[Stored data entries]

•••

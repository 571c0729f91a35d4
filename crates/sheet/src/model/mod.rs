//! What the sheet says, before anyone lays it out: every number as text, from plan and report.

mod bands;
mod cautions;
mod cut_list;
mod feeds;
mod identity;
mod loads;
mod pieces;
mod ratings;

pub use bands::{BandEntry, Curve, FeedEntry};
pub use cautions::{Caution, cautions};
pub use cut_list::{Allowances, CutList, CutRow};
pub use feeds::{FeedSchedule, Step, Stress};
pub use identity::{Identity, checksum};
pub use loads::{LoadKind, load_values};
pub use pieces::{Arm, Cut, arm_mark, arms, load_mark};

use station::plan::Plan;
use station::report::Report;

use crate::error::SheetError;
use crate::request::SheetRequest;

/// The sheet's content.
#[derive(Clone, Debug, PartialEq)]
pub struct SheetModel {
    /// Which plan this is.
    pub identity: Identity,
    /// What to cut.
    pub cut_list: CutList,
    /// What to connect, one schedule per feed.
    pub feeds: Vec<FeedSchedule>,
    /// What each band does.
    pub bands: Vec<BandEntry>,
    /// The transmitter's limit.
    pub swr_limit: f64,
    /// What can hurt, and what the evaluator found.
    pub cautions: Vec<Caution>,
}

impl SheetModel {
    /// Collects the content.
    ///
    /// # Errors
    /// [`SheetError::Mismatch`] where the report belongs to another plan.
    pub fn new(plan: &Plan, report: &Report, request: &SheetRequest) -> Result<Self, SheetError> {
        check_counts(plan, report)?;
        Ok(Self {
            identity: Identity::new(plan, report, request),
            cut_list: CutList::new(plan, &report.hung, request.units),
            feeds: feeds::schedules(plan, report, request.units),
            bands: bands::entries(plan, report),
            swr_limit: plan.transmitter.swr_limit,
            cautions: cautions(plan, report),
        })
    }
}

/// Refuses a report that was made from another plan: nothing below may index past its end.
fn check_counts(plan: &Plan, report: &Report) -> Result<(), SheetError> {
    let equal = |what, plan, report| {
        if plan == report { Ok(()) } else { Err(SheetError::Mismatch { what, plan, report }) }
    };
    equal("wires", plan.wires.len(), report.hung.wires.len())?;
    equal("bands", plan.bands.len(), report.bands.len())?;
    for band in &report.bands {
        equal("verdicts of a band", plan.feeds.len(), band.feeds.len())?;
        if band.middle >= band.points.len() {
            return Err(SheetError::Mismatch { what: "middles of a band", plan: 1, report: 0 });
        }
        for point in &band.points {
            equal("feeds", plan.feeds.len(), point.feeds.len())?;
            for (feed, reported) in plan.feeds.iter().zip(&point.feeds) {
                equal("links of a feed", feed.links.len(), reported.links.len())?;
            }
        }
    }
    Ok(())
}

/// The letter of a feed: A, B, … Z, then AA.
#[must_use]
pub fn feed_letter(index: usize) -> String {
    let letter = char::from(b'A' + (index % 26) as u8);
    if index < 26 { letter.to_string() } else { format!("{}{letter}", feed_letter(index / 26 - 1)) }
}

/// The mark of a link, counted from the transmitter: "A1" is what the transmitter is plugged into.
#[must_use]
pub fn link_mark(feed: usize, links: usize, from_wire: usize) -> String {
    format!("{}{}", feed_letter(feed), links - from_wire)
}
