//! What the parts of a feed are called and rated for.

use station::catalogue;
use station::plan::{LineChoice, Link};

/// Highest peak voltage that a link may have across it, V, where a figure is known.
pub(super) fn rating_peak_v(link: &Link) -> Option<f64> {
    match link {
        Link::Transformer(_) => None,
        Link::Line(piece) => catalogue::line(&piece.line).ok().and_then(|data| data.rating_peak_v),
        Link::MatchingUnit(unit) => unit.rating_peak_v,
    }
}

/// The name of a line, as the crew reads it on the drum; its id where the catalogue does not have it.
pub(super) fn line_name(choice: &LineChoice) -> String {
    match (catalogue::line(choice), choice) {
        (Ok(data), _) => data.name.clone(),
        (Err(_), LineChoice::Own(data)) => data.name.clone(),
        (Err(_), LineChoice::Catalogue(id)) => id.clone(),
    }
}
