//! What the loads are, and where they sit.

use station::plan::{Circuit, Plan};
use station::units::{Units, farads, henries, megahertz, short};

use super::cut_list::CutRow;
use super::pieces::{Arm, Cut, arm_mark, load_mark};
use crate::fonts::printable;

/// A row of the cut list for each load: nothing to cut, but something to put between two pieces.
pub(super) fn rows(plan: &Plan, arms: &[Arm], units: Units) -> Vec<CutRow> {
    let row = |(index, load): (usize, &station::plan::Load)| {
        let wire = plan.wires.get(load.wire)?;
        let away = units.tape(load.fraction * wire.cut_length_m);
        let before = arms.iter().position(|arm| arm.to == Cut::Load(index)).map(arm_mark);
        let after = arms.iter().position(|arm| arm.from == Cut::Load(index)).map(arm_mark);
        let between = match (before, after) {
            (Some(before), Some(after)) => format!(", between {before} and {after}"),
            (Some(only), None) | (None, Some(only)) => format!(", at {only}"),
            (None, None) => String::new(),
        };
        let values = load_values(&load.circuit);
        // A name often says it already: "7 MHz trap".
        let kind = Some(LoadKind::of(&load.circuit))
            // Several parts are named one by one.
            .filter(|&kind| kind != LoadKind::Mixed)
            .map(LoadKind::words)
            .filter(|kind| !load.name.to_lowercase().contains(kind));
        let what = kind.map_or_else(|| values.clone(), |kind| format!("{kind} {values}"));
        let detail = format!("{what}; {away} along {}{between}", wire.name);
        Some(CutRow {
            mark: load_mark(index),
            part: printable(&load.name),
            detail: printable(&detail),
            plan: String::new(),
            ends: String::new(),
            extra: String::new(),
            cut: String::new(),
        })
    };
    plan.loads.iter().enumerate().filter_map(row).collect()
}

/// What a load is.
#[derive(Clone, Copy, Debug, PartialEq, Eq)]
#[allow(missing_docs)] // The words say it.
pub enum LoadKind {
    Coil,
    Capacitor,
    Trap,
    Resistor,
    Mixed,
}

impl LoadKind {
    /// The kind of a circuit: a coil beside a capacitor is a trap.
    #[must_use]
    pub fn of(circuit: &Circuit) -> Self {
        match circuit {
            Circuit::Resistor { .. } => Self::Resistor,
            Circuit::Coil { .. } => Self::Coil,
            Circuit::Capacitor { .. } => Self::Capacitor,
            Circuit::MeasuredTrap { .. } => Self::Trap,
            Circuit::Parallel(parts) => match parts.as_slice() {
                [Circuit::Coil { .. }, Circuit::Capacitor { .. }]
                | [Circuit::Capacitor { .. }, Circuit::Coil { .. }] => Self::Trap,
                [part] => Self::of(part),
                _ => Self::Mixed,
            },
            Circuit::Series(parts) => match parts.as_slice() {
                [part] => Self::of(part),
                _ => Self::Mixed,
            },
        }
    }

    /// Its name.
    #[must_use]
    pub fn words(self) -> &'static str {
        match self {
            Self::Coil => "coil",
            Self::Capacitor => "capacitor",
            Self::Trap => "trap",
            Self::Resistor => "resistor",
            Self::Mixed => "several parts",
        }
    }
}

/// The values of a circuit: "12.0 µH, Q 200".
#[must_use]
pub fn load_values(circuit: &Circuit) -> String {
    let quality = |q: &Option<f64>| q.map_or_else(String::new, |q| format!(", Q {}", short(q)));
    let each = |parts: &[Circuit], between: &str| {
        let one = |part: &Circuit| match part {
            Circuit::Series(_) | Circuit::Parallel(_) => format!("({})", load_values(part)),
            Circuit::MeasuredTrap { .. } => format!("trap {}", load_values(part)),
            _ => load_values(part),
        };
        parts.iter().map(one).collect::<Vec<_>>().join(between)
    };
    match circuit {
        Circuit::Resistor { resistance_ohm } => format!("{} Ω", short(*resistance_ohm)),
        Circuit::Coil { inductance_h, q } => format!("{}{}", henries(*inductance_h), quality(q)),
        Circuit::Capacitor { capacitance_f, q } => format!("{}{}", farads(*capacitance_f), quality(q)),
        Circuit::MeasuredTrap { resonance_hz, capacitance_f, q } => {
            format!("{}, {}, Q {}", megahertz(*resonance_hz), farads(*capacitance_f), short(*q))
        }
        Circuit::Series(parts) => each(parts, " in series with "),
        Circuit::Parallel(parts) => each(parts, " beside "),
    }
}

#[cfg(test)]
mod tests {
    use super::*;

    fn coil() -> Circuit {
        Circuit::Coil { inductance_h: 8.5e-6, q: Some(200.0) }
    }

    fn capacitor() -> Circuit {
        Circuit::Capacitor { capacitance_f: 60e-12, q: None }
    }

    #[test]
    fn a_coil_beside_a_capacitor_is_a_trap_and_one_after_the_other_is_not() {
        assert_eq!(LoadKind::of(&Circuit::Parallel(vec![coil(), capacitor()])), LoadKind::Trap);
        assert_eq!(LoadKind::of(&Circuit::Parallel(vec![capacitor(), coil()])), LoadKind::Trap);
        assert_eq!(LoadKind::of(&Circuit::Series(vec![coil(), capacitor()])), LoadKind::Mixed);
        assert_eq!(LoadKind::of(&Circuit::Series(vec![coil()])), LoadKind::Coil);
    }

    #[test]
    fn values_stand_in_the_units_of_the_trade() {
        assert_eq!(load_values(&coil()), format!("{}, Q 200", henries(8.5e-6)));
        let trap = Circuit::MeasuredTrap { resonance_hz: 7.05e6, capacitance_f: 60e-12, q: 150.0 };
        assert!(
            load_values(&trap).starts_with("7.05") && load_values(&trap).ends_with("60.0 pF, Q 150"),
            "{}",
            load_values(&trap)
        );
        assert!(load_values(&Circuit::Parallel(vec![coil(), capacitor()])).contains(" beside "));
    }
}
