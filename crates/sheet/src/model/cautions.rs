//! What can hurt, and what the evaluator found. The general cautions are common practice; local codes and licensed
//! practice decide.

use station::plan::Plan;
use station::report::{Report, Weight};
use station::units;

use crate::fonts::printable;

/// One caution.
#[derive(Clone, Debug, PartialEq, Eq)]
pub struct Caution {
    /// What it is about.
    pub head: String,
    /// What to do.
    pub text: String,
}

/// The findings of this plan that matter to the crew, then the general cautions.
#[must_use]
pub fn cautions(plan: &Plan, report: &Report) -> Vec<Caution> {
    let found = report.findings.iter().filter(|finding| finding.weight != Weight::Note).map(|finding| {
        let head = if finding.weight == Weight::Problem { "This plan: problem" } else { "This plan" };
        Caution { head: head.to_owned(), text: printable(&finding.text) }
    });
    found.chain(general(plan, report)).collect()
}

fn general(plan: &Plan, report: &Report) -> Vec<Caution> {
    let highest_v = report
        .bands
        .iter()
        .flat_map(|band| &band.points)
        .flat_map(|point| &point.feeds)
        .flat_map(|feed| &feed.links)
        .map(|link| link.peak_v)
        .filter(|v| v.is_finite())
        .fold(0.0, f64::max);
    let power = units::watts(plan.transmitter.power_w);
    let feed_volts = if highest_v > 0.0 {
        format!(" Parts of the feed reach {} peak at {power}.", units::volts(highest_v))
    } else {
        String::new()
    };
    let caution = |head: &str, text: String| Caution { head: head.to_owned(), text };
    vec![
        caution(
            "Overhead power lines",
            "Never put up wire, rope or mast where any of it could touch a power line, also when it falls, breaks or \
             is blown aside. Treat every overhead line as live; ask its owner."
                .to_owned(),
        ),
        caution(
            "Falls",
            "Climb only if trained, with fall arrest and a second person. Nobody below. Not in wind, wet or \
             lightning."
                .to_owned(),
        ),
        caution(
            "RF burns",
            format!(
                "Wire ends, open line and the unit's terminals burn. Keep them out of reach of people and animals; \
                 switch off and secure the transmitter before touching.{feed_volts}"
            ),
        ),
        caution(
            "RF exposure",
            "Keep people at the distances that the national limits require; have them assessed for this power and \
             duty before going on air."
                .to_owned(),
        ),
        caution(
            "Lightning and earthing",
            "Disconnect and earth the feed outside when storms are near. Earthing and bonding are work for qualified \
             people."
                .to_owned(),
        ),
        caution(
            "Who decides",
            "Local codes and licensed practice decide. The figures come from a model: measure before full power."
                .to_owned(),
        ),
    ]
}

•••

Prompt: Give only the number of lines in the data that hold the string "transmitter".

Response area: 5